Procedures to improve Stock 6
- Chang, MT; Coe, E
Stock 6 was named by Coe in his genetic collection. Ed recognized
its high haploid induction rate in 1952. He then converted
Stock 6 in 1960 to carry homozygous A B Pl C R-nj anthocyanin
genes, expressing purple plant color, purple plumule and purple
seed crown for easy identification of haploid seeds. The induction
rate of Stock 6 is about 2% to 3% with poor agronomic traits such
as poor stalk, poor roots, easy to lodge and ear rot.
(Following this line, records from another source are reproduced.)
/**
 * Drain current and its analytic derivatives, polarity-normalised, for the two models of docs/model.md.
 * Inputs in SI: beta = kp(T)·W/L (A/V²), n, ut = kT/q (V), lambda (1/V, already scaled by L),
 * vov = VGS − VT (V), vds > 0 (V). Each `…Into` function writes into `out`:
 *   out[0] = ID (A), out[1] = gm = ∂ID/∂VGS (S), out[2] = gds = ∂ID/∂VDS (S), out[3] = gm/ID (1/V),
 *   out[4] = VDSsat (V; see saturationVoltage in small-signal.ts).
 * gm/ID is computed as its own ratio, so it stays finite (→ 1/(n·UT)) where ID underflows in deep weak inversion.
 * No allocation; the sweep runs the column kernels (allRegionColumns, squareLawColumns) over a whole series.
 */

export type CurrentModel = 'all-region' | 'square-law';

export const ID = 0;
export const GM = 1;
export const GDS = 2;
export const GM_ID = 3;
export const VDSAT = 4;
/** Length of the `out` array the kernels write. */
export const KERNEL_OUTPUTS = 5;

/** Below xf = VOV/(2nUT) = −30, ln(1+eˣ) = eˣ to 1e-13: the exponential asymptote is used (no underflow in ratios). */
const WEAK_ASYMPTOTE_X = -30;

/**
 * Per-point inputs and outputs of the column kernels. Entry i of an output is point i; an input holds
 * either one value per point or, with length 1, one value for every point (no need to fill a whole
 * array with a constant).
 */
export interface KernelColumns {
  /** kp(T)·W/L, A/V² */
  beta: Float64Array;
  n: Float64Array;
  /** kT/q, V */
  ut: Float64Array;
  /** 1/V, already scaled by L */
  lambda: Float64Array;
  /** VGS − VT, V */
  vov: Float64Array;
  /** > 0, V */
  vds: Float64Array;
  id: Float64Array;
  gm: Float64Array;
  gds: Float64Array;
  gmId: Float64Array;
  vdsat: Float64Array;
}

/**
 * All-region interpolation (after Enz, Krummenacher & Vittoz, Analog Integrated Circuits and Signal
 * Processing 8, 83–114, 1995, with the square law's strong-inversion limit, no 1/n), for points 0 … count−1:
 * ID = (β/2)(2nUT)²·[F(VOV/(2nUT)) − F((VOV − VDS)/(2nUT))]·(1 + λ·VDS), F(x) = ln²(1 + eˣ),
 * with its analytic gm, gds, gm/ID and VDSsat (saturationVoltage in small-signal.ts). The one place this
 * formula is written; the sweep runs it over whole series, the scalar functions over one point.
 */
export function allRegionColumns(count: number, c: KernelColumns): void {
  const { beta, n, ut, lambda, vov, vds, id, gm, gds, gmId, vdsat } = c;
  const [mb, mn, mu, ml, mo, md] = [beta, n, ut, lambda, vov, vds].map(maskOf);
  for (let i = 0; i < count; i++) {
    const a = 2 * n[i & mn] * ut[i & mu];
    const inverseA = 1 / a;
    const v = vds[i & md];
    const lambdaI = lambda[i & ml];
    const xf = vov[i & mo] * inverseA;
    const m = 1 + lambdaI * v;
    const p = 0.5 * beta[i & mb] * a * a;
    if (xf < WEAK_ASYMPTOTE_X) {
      const ef = Math.exp(2 * xf);
      const g = -Math.expm1(-2 * v * inverseA);
      const current = p * m * ef * g;
      id[i] = current;
      gm[i] = 2 * current * inverseA;
      gds[i] = p * ef * (m * 2 * (1 - g) * inverseA + lambdaI * g);
      gmId[i] = 2 * inverseA;
      vdsat[i] = a * Math.exp(xf) + 2 * a * (1 - Math.exp(xf));
      continue;
    }
    const xr = xf - v * inverseA;
    let lf: number, sf: number, lr: number, sr: number;
    if (xf > 0) {
      const t = Math.exp(-xf);
      lf = xf + Math.log1p(t);
      sf = 1 / (1 + t);
    } else {
      const t = Math.exp(xf);
      lf = Math.log1p(t);
      sf = t / (1 + t);
    }
    if (xr > 0) {
      const t = Math.exp(-xr);
      lr = xr + Math.log1p(t);
      sr = 1 / (1 + t);
    } else {
      const t = Math.exp(xr);
      lr = Math.log1p(t);
      sr = t / (1 + t);
    }
    const d = (lf - lr) * (lf + lr);
    const slope = lf * sf - lr * sr;
    id[i] = p * m * d;
    gm[i] = p * m * 2 * slope * inverseA;
    gds[i] = p * (m * 2 * lr * sr * inverseA + lambdaI * d);
    // VDS so small that F(xf) − F(xr) rounds to 0: the limit F''/F' of the ratio.
    gmId[i] = d > 0 ? (2 * slope * inverseA) / d : ((sf + lf * (1 - sf)) * inverseA) / lf;
    vdsat[i] = a * (lf + 2 * (1 - sf));
  }
}

/**
 * Square law (Shichman & Hodges, IEEE JSSC 3(3), 285–289, 1968) exactly as SPICE level 1 computes it:
 * saturation (VDS ≥ VOV) ID = (β/2)·VOV²·(1 + λ·VDS), triode ID = β·(VOV·VDS − VDS²/2)·(1 + λ·VDS);
 * below VOV = 2nUT an exponential tail ID = (β/2)(2nUT)²·exp((VOV − 2nUT)/(nUT))·(1 − e^(−VDS/UT))·(1 + λ·VDS),
 * which meets the saturated square law at VOV = 2nUT with the same ID and gm (gm/ID = 1/(nUT) on both sides)
 * up to the factor (1 − e^(−VDS/UT)). VDSsat = max(VOV, 4·UT).
 */
export function squareLawColumns(count: number, c: KernelColumns): void {
  const { beta, n, ut, lambda, vov, vds, id, gm, gds, gmId, vdsat } = c;
  const [mb, mn, mu, ml, mo, md] = [beta, n, ut, lambda, vov, vds].map(maskOf);
  for (let i = 0; i < count; i++) {
    const u = ut[i & mu];
    const a = 2 * n[i & mn] * u;
    const v = vds[i & md];
    const o = vov[i & mo];
    const b = beta[i & mb];
    const lambdaI = lambda[i & ml];
    const m = 1 + lambdaI * v;
    vdsat[i] = Math.max(o, 4 * u);
    if (o >= a) {
      if (v >= o) {
        const core = 0.5 * b * o * o;
        id[i] = core * m;
        gm[i] = b * o * m;
        gds[i] = lambdaI * core;
        gmId[i] = 2 / o;
      } else {
        const core = o * v - 0.5 * v * v;
        id[i] = b * core * m;
        gm[i] = b * v * m;
        gds[i] = b * (m * (o - v) + lambdaI * core);
        gmId[i] = v / core;
      }
      continue;
    }
    const p = 0.5 * b * a * a;
    const e = Math.exp((2 * (o - a)) / a);
    const h = -Math.expm1(-v / u);
    const current = p * e * h * m;
    id[i] = current;
    gm[i] = (2 * current) / a;
    gds[i] = p * e * (lambdaI * h + (m * (1 - h)) / u);
    gmId[i] = 2 / a;
  }
}

/** Index mask of an input column: 0 for a length-1 column (every point reads entry 0), all ones otherwise. */
export function maskOf(column: Float64Array): number {
  return column.length === 1 ? 0 : -1;
}

function oneColumn(): Float64Array {
  return new Float64Array(1);
}

const single: KernelColumns = {
  beta: oneColumn(), n: oneColumn(), ut: oneColumn(), lambda: oneColumn(), vov: oneColumn(), vds: oneColumn(),
  id: oneColumn(), gm: oneColumn(), gds: oneColumn(), gmId: oneColumn(), vdsat: oneColumn(),
};

function runOnePoint(columns: (count: number, c: KernelColumns) => void, beta: number, n: number, ut: number, lambda: number, vov: number, vds: number, out: Float64Array): void {
  single.beta[0] = beta;
  single.n[0] = n;
  single.ut[0] = ut;
  single.lambda[0] = lambda;
  single.vov[0] = vov;
  single.vds[0] = vds;
  columns(1, single);
  out[ID] = single.id[0];
  out[GM] = single.gm[0];
  out[GDS] = single.gds[0];
  out[GM_ID] = single.gmId[0];
  out[VDSAT] = single.vdsat[0];
}

/** One point of the all-region model into out (see the top of this file). */
export function allRegionCurrentInto(beta: number, n: number, ut: number, lambda: number, vov: number, vds: number, out: Float64Array): void {
  runOnePoint(allRegionColumns, beta, n, ut, lambda, vov, vds, out);
}

/** One point of the square law into out (see the top of this file). */
export function squareLawCurrentInto(beta: number, n: number, ut: number, lambda: number, vov: number, vds: number, out: Float64Array): void {
  runOnePoint(squareLawColumns, beta, n, ut, lambda, vov, vds, out);
}

/** Dispatches to the chosen model; see allRegionCurrentInto and squareLawCurrentInto. */
export function drainCurrentInto(model: CurrentModel, beta: number, n: number, ut: number, lambda: number, vov: number, vds: number, out: Float64Array): void {
  if (model === 'square-law') squareLawCurrentInto(beta, n, ut, lambda, vov, vds, out);
  else allRegionCurrentInto(beta, n, ut, lambda, vov, vds, out);
}

const scratch = new Float64Array(KERNEL_OUTPUTS);

/** ID in amperes for one bias point (see drainCurrentInto for the arguments). */
export function drainCurrent(model: CurrentModel, beta: number, n: number, ut: number, lambda: number, vov: number, vds: number): number {
  drainCurrentInto(model, beta, n, ut, lambda, vov, vds, scratch);
  return scratch[ID];
}
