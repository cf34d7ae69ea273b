import type { SweepField } from '../schemas/sweep.js';
import { gateDrainCapacitance, gateSourceCapacitance, transitFrequency } from './capacitance.js';
import { ID, KERNEL_OUTPUTS, allRegionCurrentInto, maskOf } from './drain-current.js';
import { pelgromPairSigma } from './mismatch.js';
import type { PreparedDevice } from './resolve-device.js';
import { slopeFactor } from './slope-factor.js';
import type { KernelOutputs, SeriesInputs } from './sweep-inputs.js';

/** The columns of the fields asked for, each a fresh array computed in its own pass over the points. */
export function fieldColumns(fields: readonly SweepField[], inputs: SeriesInputs, outputs: KernelOutputs, device: PreparedDevice, count: number): Partial<Record<SweepField, Float64Array>> {
  const { w, l, vt, vov, vds, vsb, tempC, n, gmbRatio, beta, ut, vtZeroBias, lambda } = inputs;
  const [mw, ml, mt, mo, md, mn, mg, mb, mu, mz, mLambda] = [w, l, vt, vov, vds, n, gmbRatio, beta, ut, vtZeroBias, lambda].map(maskOf);
  const { id, gm, gds, gmId, vdsat } = outputs;
  const { params, cox, vdd } = device;
  const { cgdo, avt, ldiff } = params;
  const columns: Partial<Record<SweepField, Float64Array>> = {};
  const want = (field: SweepField) => fields.includes(field);
  const derive = (compute: (i: number) => number) => {
    const column = new Float64Array(count);
    for (let i = 0; i < count; i++) column[i] = compute(i);
    return column;
  };
  const copy = (source: Float64Array) => (source.length === 1 ? new Float64Array(count).fill(source[0]) : source.slice(0, count));
  if (want('w')) columns.w = copy(w);
  if (want('l')) columns.l = copy(l);
  if (want('wOverL')) columns.wOverL = derive((i) => w[i & mw] / l[i & ml]);
  if (want('vgs')) columns.vgs = derive((i) => vt[i & mt] + vov[i & mo]);
  if (want('vds')) columns.vds = copy(vds);
  if (want('vsb')) columns.vsb = copy(vsb);
  if (want('temperature')) columns.temperature = copy(tempC);
  if (want('vt')) columns.vt = copy(vt);
  if (want('vov')) columns.vov = copy(vov);
  if (want('n')) columns.n = copy(n);
  if (want('vdsat')) columns.vdsat = vdsat;
  if (want('saturated')) columns.saturated = derive((i) => (vds[i & md] >= vdsat[i] ? 1 : 0));
  if (want('id')) columns.id = id;
  if (want('gm')) columns.gm = gm;
  if (want('gmb')) columns.gmb = derive((i) => gm[i] * gmbRatio[i & mg]);
  if (want('gds')) columns.gds = gds;
  if (want('ro')) columns.ro = derive((i) => 1 / gds[i]);
  if (want('gmId')) columns.gmId = gmId;
  if (want('intrinsicGain')) columns.intrinsicGain = derive((i) => gm[i] / gds[i]);
  if (want('ic') || want('region')) columns.ic = derive((i) => id[i] / (2 * n[i & mn] * beta[i & mb] * ut[i & mu] * ut[i & mu]));
  const cgs = (i: number) => gateSourceCapacitance(w[i & mw], l[i & ml], cox, cgdo);
  const cgd = (i: number) => gateDrainCapacitance(w[i & mw], cgdo);
  if (want('cgs')) columns.cgs = derive(cgs);
  if (want('cgd')) columns.cgd = derive(cgd);
  if (want('ft')) columns.ft = derive((i) => transitFrequency(gm[i], cgs(i), cgd(i)));
  if (want('sigmaVt')) columns.sigmaVt = derive((i) => pelgromPairSigma(avt, w[i & mw], l[i & ml]));
  if (want('ioff')) {
    const out = new Float64Array(KERNEL_OUTPUTS);
    const nAtZeroBias = slopeFactor(params, 0);
    const jg = params.jg ?? 0;
    const js = params.js ?? 0;
    columns.ioff = derive((i) => {
      const vt0 = vtZeroBias[i & mz];
      if (vt0 < 0) return Number.NaN;
      allRegionCurrentInto(beta[i & mb], nAtZeroBias, ut[i & mu], lambda[i & mLambda], -vt0, vdd, out);
      return out[ID] + jg * w[i & mw] * l[i & ml] + js * w[i & mw] * ldiff;
    });
  }
  return columns;
}
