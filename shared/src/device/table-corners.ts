import type { CornersRequest } from '../schemas/corners.js';
import { cornerNames, type Process } from '../schemas/process.js';
import { type CornerAnalysis, type CornerPoint, extremesOf } from './corners.js';
import { EngineError, isEngineError } from './errors.js';
import { prepareDevice } from './resolve-device.js';
import { say } from './say.js';
import { widthScale } from './lookup-table.js';
import { tableFigures } from './table-figures.js';
import { tableLine } from './table-lookup.js';
import { operatingPointOnLine } from './table-operating-point.js';
import { vgsForCurrentDensity } from './table-sizing.js';
import type { TableChoice } from './table-source.js';
import { tableWarnings } from './table-warnings.js';

/**
 * POST /api/compute/corners with model "table": the sized device (w, l) at every corner × temperature, biased by
 * current (VGS solved from the table so that ID is the same everywhere) or by voltage (ID follows). Without a list,
 * the corners and temperatures the table was characterised at (corners in the process's order). A point the table
 * does not reach has its error instead of an operating point.
 */
export function cornersWithTable(request: CornersRequest, process: Process, choice: TableChoice): CornerAnalysis {
  const { grid } = choice.prepared;
  const characterised = new Set(grid.corners.map((name) => name.toLowerCase()));
  const corners = request.corners ?? cornerNames(process).filter((name) => characterised.has(name.toLowerCase()));
  const temperatures = request.temperatures ?? grid.temperatures;
  const points: CornerPoint[] = [];
  for (const [index, corner] of corners.entries()) {
    for (const temperature of temperatures) {
      const device = prepareDevice(process, request.polarity, { corner, temperature, flavour: request.flavour, cornerField: request.corners ? `corners.${index}` : 'corner' });
      try {
        const line = tableLine(choice.prepared, { corner, temperature, l: request.l, vds: request.vds, vsb: request.vsb });
        const fingers = request.fingers ?? 1;
        const vgs = request.bias === 'current' ? vgsForCurrentDensity(line, (request.id as number) / widthScale(grid, request.w, fingers), 'id') : (request.vgs as number);
        const { point } = tableFigures(operatingPointOnLine(line, request.w, vgs, fingers), line, device, choice.prepared);
        const warnings = tableWarnings(device, point, line);
        if (request.w < device.params.wmin) warnings.push({ code: 'W_BELOW_WMIN', message: `W = ${say(request.w, 'm')} is below wmin = ${say(device.params.wmin, 'm')}` });
        points.push({ corner, temperature, op: point, warnings });
      } catch (error) {
        if (!isEngineError(error)) throw error;
        points.push({ corner, temperature, op: null, warnings: [], error: { code: error.code, message: error.message } });
      }
    }
  }
  if (points.length === 0) throw new EngineError('CORNER_NOT_IN_TABLE', `None of the process's corners is in the table (characterised: ${grid.corners.join(', ')})`, 'corners');
  return { points, ...extremesOf(points) };
}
These poor
traits were improved by Chang with advice from Coe according
to the following procedures, and the rate of haploid induction was
increased by selection.
A green plant, yellow seed unfixed material (AA cc rr bb plpl)
that had shown it was producing haploids in the field was used as
female and crossed by purple plant, purple seed crown and purple
plumule Stock 6 (AA CC R-njR-nj BB PlPl) pollen.
20 F1 seeds (A/a C/c R-nj/r B/b Pl/pl) were planted and selfed
for F2 seeds.
The F2 seeds segregated nine colored crown and plumule
seeds vs. seven colorless seeds. Selected and planted 200 F2 seeds
of the most dark-colored crown and plumule to enhance the probability
of homozygous AA CC R-njR-nj plants.
Selfed F2 plants with dark purple leaves. Ears should either
segregate purple crown and colorless seeds or all homozygous colored
seeds. Selected the homozygous ears that showed seed color
fixation (AA CC R-njR-nj).
Planted 50 F3 seeds from each ear with seed color fixed. Identified
the most dark purple leaf, sheath, and tassel plants and selfed.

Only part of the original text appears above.